(MATERIAL SUPPLIED begins)

namespace HemoRheo;

/// <summary>Curves that share unknowns: stress of curve l = exp(factor of l) x law of l (rate; its columns).</summary>
/// <param name="curves">The curves.</param>
/// <param name="columns">The unknowns: those of the laws, then the factors.</param>
/// <param name="firstFactor">Number of the first column of a factor; the number of columns where there are none.</param>
internal sealed class JointProblem(JointCurve[] curves, JointColumn[] columns, int firstFactor)
{
    /// <summary>The curves.</summary>
    public JointCurve[] Curves => curves;

    /// <summary>The unknowns.</summary>
    public JointColumn[] Columns => columns;

    /// <summary>Number of the first column of a factor.</summary>
    public int FirstFactor => firstFactor;

    /// <summary>How many points.</summary>
    public int Points { get; } = curves.Sum(curve => curve.Points);

    /// <summary>Measured stresses, curve after curve, Pa.</summary>
    public double[] Stresses { get; } = [.. curves.SelectMany(curve => curve.Data.Stresses)];

    /// <summary>Stresses and slopes to every column; a <see cref="PointModel"/>.</summary>
    public void Evaluate(ReadOnlySpan<double> scaled, Span<double> stresses, Span<double> slopes)
    {
        slopes.Clear();
        var from = 0;
        foreach (var curve in curves)
        {
            var (points, places, contrast) = (curve.Points, curve.Places, curve.Contrast);
            var (own, values, ownSlopes) = (new double[places.Length], new double[points], new double[points * places.Length]);
            for (var k = 0; k < own.Length; k++) own[k] = scaled[places[k]];
            curve.Evaluate(own, values, ownSlopes);
            var logFactor = 0.0;
            for (var c = 0; c < contrast.Length; c++) logFactor += contrast[c] * scaled[firstFactor + c];
            var factor = Math.Exp(logFactor);
            for (var i = 0; i < points; i++)
            {
                stresses[from + i] = factor * values[i];
                for (var k = 0; k < own.Length; k++) slopes[places[k] * Points + from + i] = factor * ownSlopes[k * points + i];
                for (var c = 0; c < contrast.Length; c++) slopes[(firstFactor + c) * Points + from + i] = contrast[c] * factor * values[i];
            }

            from += points;
        }
    }

    /// <summary>Standard deviations of the readings where the law says these stresses, Pa.</summary>
    public double[] Deviations(ReadOnlySpan<double> stresses)
    {
        var deviations = new double[stresses.Length];
        var from = 0;
        foreach (var curve in curves)
        {
            for (var i = 0; i < curve.Points; i++) deviations[from + i] = Math.Sqrt(curve.Data.VarianceOf(i, stresses[from + i]));
            from += curve.Points;
        }

        return deviations;
    }
}
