using System.Globalization;
using System.Text;

namespace HemoRheo;

/// <summary>Joint fits as plain text.</summary>
internal static class JointText
{
    /// <summary>A joint fit: how it ended, its parameters, whether the curves share them, and its findings; lines of at most 100 signs.</summary>
    public static string Of(JointFit fit)
    {
        var text = new StringBuilder();
        text.Append(CultureInfo.InvariantCulture, $"{fit.LawName}, {fit.Curves.Count} curves together{(fit.Usable ? "" : ", not usable")}\n{fit.Convergence.Message}\n");
        if (fit.Parameters.Count > 0)
        {
            text.Append(fit.ToTable().ToText());
            text.Append(CultureInfo.InvariantCulture, $"chi-square {fit.Fit.ChiSquare:F1} on {fit.Fit.DegreesOfFreedom} degrees of freedom\n");
        }

        if (fit.Compatibility is { } shared) text.Append(CultureInfo.InvariantCulture, $"{(shared.Contradicts ? "sharing contradicted" : "sharing not contradicted")}: {shared}\n");
        if (fit.Findings.Count > 0) text.Append(Table.Of("code", "finding").WithRows(fit.Findings, finding => [finding.Code, finding.Message]).ToText());
        return text.ToString().TrimEnd('\n');
    }

    /// <summary>A curve in words: sample and loading, or its number where these do not tell the curves apart.</summary>
    public static string Name(JointFit fit, int curve) => fit.Curves.Select(Label).Distinct().Count() == fit.Curves.Count
        ? Label(fit.Curves[curve])
        : $"curve {curve}";

    private static string Label(FlowCurve curve) => $"{curve.Label.Sample}, loading {curve.Label.Loading}";
}
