namespace HemoRheo;

/// <summary>A parameter of a joint fit.</summary>
/// <param name="Number">The parameter, its estimate and standard error on the natural scale.</param>
/// <param name="Curve">Number of the curve it belongs to, from 0, in the order of <see cref="JointFit.Curves"/>; null where all curves share it.</param>
public sealed record JointParameter(FittedParameter Number, int? Curve)
{
    /// <summary>Whether all curves share it.</summary>
    public bool Shared => Curve is null;
}
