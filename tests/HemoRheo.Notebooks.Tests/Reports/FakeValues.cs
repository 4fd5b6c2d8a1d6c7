namespace HemoRheo.Notebooks.Tests.Reports;

/// <summary>Invented values, ranges, verdicts and pool.</summary>
internal static class FakeValues
{
    private static readonly double[] Level = [13.2, 6.5, 4.3];
    private static readonly HematocritBasis[] Bases = [HematocritBasis.Native, HematocritBasis.StandardByPlasma, HematocritBasis.StandardBySlope];

    public static ViscosityAtRate[] Rates { get; } = [new(new(1)), new(new(10)), new(new(100))];

    public static Items<SampleValue> Of(string sample, int place, Items<Finding> why) => Bases
        .SelectMany(basis => Rates.Select((rate, i) => new SampleValue(rate, "Casson", basis, Value(sample, Math.Log(Level[i] / 1000) + 0.05 * (place - 4), basis, i), i == 2 ? null : Math.Log(Level[i] / 1000) + 0.05 * (place - 4) + 0.01, why.Count == 0, why)))
        .Append(new(Measurand.CassonYieldStress, "Casson", HematocritBasis.Native, Value(sample, Math.Log(0.004) + 0.1 * place, HematocritBasis.Native, 0), null, why.Count == 0, why))
        .ToItems();

    public static Items<ReferenceRange> Ranges() => new[] { HematocritBasis.StandardByPlasma, HematocritBasis.Native }.SelectMany(basis => Rates.Select((rate, i) => Range(rate, basis, Level[i]))).ToItems();

    public static JudgedValue Judge(SampleValue value, Items<ReferenceRange> ranges, int place)
    {
        var range = ranges.FirstOrDefault(range => range.Measurand == value.Measurand && range.Basis == value.Basis);
        if (range is null) return new(value, null, null, "There is no reference range for this quantity.", false, false);
        if (!value.Decidable) return new(value, range, null, "The value may not be decided on.", false, false);
        return new(value, range, Verdict.Of(value.Value, range.Limits), null, place == 3, place >= 8);
    }

    public static StudyPool Pool() => new(
        [new("Casson", Rates.ToItems<Measurand>(), [new([0.025, 0.018, 0.012], 4.2)], 5, [])],
        [new("Casson", 15, 131.5, 135, 0.57, 0.41, true, "The law describes the curves of this study.")],
        [.. Rates.Select(rate => new HematocritSlope("Casson", rate, 4.6, 0.5, 30, 3.9, 8, null))],
        new(0.31, 0.08, 0.31, 0.08, 0.0004, 15, "Neighboring readings of a ramp are correlated: the residuals of 15 curves say 0.31 ± 0.08."),
        new([new("Casson", LawStanding.NotParted, 15, -812.4, 0, null, 0.9), new("Quemada", LawStanding.NotParted, 15, -808.1, 4.3, 3.9, 0.1)], "These 15 curves cannot tell Casson and Quemada apart."),
        [.. Rates.Select(rate => new LawSpread("Casson", rate, 0.004, 8))],
        []);

    private static ReferenceRange Range(ViscosityAtRate rate, HematocritBasis basis, double level) => new(
        rate, "Casson", basis, Ln(0.88 * level, 1.18 * level), Ln(0.85 * level, 0.91 * level), Ln(1.14 * level, 1.22 * level), "Robust 2.5th and 97.5th percentiles", 24, [new("too-long-since-draw", 1)], [], "CLSI EP28-A3c 2010");

    private static Interval Ln(double lower, double upper) => new(Math.Log(lower / 1000), Math.Log(upper / 1000));

    private static Value Value(string sample, double x, HematocritBasis basis, int rate)
    {
        var size = 1 - 0.25 * rate;
        Contribution[] parts =
        [
            new(new(SourceKind.Fit, $"{sample}/1/0"), 0.009 * size), new(new(SourceKind.Fit, $"{sample}/1/1"), 0.004 * size), new(new(SourceKind.Loading, $"{sample}/1/0"), 0.025 * size, "loading", 4.2),
            new(new(SourceKind.Calibration, "R1/1"), -0.002, "checks R1", 2), new(new(SourceKind.Day, "R1/8"), 0.0035, "checks R1", 2), new(new(SourceKind.Certificate, "LOT"), 0.002), new(new(SourceKind.FluidBeta, "oil"), -0.0004),
            new(new(SourceKind.Thermometer, "R1"), 0.0005), new(new(SourceKind.BloodBeta, ""), 0.00006), new(new(SourceKind.TorqueZero, "R1/8"), 0.006 * size * size),
        ];
        return new(x, basis switch
        {
            HematocritBasis.Native => parts.ToItems(),
            HematocritBasis.StandardByPlasma => [.. parts, new(new(SourceKind.Hematocrit, sample), -0.03 * size), new(new(SourceKind.Counter, "counter A"), -0.009 * size), new(new(SourceKind.Plasma, sample), -0.002)],
            _ => [.. parts, new(new(SourceKind.Hematocrit, sample), -0.028 * size), new(new(SourceKind.Counter, "counter A"), -0.008 * size), new(new(SourceKind.Slope, "Casson"), 0.011, "slope", 30)],
        });
    }
}
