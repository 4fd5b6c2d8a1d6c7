namespace HemoRheo;

/// <summary>A joint problem at one set of unknowns: what the laws say there, the weights, and the undamped step from there.</summary>
internal sealed class JointSolution
{
    private readonly JointProblem _problem;
    private readonly int[] _free;
    private readonly double[] _slopes;
    private readonly HouseholderQr _factored;

    /// <param name="problem">The problem.</param>
    /// <param name="scaled">Unknowns on the fitting scale, column by column; infinite for a held one.</param>
    /// <param name="held">Whether a column is held at its bound.</param>
    /// <param name="deviations">Standard deviations of the readings, Pa; null for those at the fitted stress.</param>
    public JointSolution(JointProblem problem, double[] scaled, bool[] held, double[]? deviations)
    {
        (_problem, Scaled, Held) = (problem, scaled, held);
        _free = [.. Enumerable.Range(0, held.Length).Where(c => !held[c])];
        var (points, rows) = (problem.Points, Math.Max(problem.Points, _free.Length));
        (Fitted, Residuals, _slopes) = (new double[points], new double[points], new double[points * scaled.Length]);
        problem.Evaluate(scaled, Fitted, _slopes);
        Deviations = deviations ?? problem.Deviations(Fitted);
        _factored = new(rows, _free.Length);
        for (var i = 0; i < points; i++)
        {
            Residuals[i] = (problem.Stresses[i] - Fitted[i]) / Deviations[i];
            ChiSquare += Residuals[i] * Residuals[i];
            for (var j = 0; j < _free.Length; j++) _factored.Matrix[j * rows + i] = _slopes[_free[j] * points + i] / Deviations[i];
        }

        _factored.Factor();
    }

    /// <summary>Unknowns on the fitting scale, column by column; infinite for a held one.</summary>
    public double[] Scaled { get; }

    /// <summary>Whether a column is held at its bound.</summary>
    public bool[] Held { get; }

    /// <summary>How many columns are fitted.</summary>
    public int Free => _free.Length;

    /// <summary>Standard deviations of the readings.</summary>
    public double[] Deviations { get; }

    /// <summary>Stresses of the laws, Pa.</summary>
    public double[] Fitted { get; }

    /// <summary>Standardized residuals.</summary>
    public double[] Residuals { get; }

    /// <summary>Their sum of squares.</summary>
    public double ChiSquare { get; }

    /// <summary>How it ended.</summary>
    public required Convergence End { get; init; }

    /// <summary>Change of the unknowns, column by column, when the readings are raised by these stresses (linear response).</summary>
    public double[] Response(Func<int, double> raised)
    {
        var right = new double[Math.Max(Fitted.Length, _free.Length)];
        for (var i = 0; i < Fitted.Length; i++) right[i] = raised(i) / Deviations[i];
        var (solved, response) = (new double[_free.Length], new double[Scaled.Length]);
        _factored.Turn(right);
        _factored.Solve(right, solved);
        for (var j = 0; j < solved.Length; j++) response[_free[j]] = solved[j];
        return response;
    }

    /// <summary>The undamped step, column by column.</summary>
    public double[] Step() => Response(i => _problem.Stresses[i] - Fitted[i]);

    /// <summary>Inverse of the weighted normal equations, row by row; zero rows for held columns.</summary>
    public double[] Inverse()
    {
        var (inverse, size) = (_factored.InverseOfNormal(), Scaled.Length);
        var whole = new double[size * size];
        for (var r = 0; r < _free.Length; r++)
        {
            for (var c = 0; c < _free.Length; c++) whole[_free[r] * size + _free[c]] = inverse[r * _free.Length + c];
        }

        return whole;
    }

    /// <summary>Whether the sum of squares falls when a held column leaves its bound.</summary>
    public bool FallsInward(int column)
    {
        var wall = _problem.Columns[column].Wall!;
        var at = Scaled.ToArray();
        at[column] = wall.At;
        var (stresses, slopes) = (new double[Fitted.Length], new double[_slopes.Length]);
        _problem.Evaluate(at, stresses, slopes);
        var score = 0.0;
        for (var i = 0; i < stresses.Length; i++) score += slopes[column * stresses.Length + i] * (_problem.Stresses[i] - stresses[i]) / (Deviations[i] * Deviations[i]);
        return wall.Inward * score > 0;
    }
}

(MATERIAL SUPPLIED ends)

Your reply should hold every line from the data that contains "SampleValue", copied in full.

    public static Items<SampleValue> Of(string sample, int place, Items<Finding> why) => Bases
        .SelectMany(basis => Rates.Select((rate, i) => new SampleValue(rate, "Casson", basis, Value(sample, Math.Log(Level[i] / 1000) + 0.05 * (place - 4), basis, i), i == 2 ? null : Math.Log(Level[i] / 1000) + 0.05 * (place - 4) + 0.01, why.Count == 0, why)))
    public static JudgedValue Judge(SampleValue value, Items<ReferenceRange> ranges, int place)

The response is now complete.